Dataset excerpts
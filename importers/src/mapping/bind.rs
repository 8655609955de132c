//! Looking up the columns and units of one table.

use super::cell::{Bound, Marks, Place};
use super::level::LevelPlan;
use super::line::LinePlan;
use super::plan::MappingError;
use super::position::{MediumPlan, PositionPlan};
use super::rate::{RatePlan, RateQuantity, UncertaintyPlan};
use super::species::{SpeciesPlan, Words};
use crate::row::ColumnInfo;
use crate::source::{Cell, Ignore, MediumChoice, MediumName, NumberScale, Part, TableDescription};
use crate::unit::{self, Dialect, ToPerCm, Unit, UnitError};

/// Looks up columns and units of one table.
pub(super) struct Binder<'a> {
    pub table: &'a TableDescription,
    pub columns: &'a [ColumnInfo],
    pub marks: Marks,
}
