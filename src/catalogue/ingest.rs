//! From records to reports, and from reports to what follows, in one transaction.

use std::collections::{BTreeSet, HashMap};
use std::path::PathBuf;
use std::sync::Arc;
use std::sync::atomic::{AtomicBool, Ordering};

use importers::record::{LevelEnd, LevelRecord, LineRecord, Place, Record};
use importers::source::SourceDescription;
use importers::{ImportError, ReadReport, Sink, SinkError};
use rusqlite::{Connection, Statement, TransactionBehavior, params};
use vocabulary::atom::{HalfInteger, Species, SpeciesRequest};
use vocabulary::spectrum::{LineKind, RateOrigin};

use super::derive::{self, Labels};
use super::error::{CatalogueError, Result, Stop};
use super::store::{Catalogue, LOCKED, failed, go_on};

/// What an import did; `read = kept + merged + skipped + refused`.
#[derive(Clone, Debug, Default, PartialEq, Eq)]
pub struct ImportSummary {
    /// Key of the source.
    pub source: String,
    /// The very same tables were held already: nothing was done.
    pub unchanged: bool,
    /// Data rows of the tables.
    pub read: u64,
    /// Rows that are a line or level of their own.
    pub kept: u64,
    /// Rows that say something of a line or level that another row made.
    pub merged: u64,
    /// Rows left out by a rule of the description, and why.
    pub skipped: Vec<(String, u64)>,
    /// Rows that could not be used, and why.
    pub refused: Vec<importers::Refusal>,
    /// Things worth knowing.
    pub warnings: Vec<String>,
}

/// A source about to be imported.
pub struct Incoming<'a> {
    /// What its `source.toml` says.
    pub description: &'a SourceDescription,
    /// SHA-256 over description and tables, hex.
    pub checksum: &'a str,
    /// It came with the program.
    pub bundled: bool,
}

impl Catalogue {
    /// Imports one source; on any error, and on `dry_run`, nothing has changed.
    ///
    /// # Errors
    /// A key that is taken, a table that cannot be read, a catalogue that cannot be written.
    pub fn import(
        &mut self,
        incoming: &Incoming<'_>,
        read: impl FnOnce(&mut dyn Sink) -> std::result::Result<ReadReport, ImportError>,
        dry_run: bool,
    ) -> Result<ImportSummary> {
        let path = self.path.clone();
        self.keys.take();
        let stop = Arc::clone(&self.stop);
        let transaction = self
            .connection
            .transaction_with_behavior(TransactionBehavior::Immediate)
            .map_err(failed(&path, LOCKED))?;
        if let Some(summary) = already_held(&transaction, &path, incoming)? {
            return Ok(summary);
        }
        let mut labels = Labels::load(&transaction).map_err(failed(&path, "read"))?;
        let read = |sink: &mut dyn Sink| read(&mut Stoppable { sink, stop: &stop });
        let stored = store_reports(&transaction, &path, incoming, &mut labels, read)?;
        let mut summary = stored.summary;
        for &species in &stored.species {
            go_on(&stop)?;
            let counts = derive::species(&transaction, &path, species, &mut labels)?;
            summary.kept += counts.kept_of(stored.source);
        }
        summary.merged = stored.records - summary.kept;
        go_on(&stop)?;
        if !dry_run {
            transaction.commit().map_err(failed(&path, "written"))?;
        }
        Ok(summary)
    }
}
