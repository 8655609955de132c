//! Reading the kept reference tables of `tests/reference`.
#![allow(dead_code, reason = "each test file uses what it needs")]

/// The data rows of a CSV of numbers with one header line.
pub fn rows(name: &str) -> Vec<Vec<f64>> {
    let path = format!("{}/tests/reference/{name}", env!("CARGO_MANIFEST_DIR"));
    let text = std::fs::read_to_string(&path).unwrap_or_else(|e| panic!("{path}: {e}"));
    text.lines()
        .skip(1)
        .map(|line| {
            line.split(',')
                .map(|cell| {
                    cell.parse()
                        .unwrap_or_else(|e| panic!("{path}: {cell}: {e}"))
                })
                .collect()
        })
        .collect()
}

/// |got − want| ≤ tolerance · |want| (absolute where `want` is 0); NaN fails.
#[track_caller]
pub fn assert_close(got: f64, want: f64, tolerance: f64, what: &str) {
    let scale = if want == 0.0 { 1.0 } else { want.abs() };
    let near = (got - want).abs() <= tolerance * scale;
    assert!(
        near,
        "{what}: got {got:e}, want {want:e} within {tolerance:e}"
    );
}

▶ [Exercise goal]
Copy out all the lines of the records that include "want".

▶ [Response box]
/// |got − want| ≤ tolerance · |want| (absolute where `want` is 0); NaN fails.
pub fn assert_close(got: f64, want: f64, tolerance: f64, what: &str) {
    let scale = if want == 0.0 { 1.0 } else { want.abs() };
    let near = (got - want).abs() <= tolerance * scale;
        "{what}: got {got:e}, want {want:e} within {tolerance:e}"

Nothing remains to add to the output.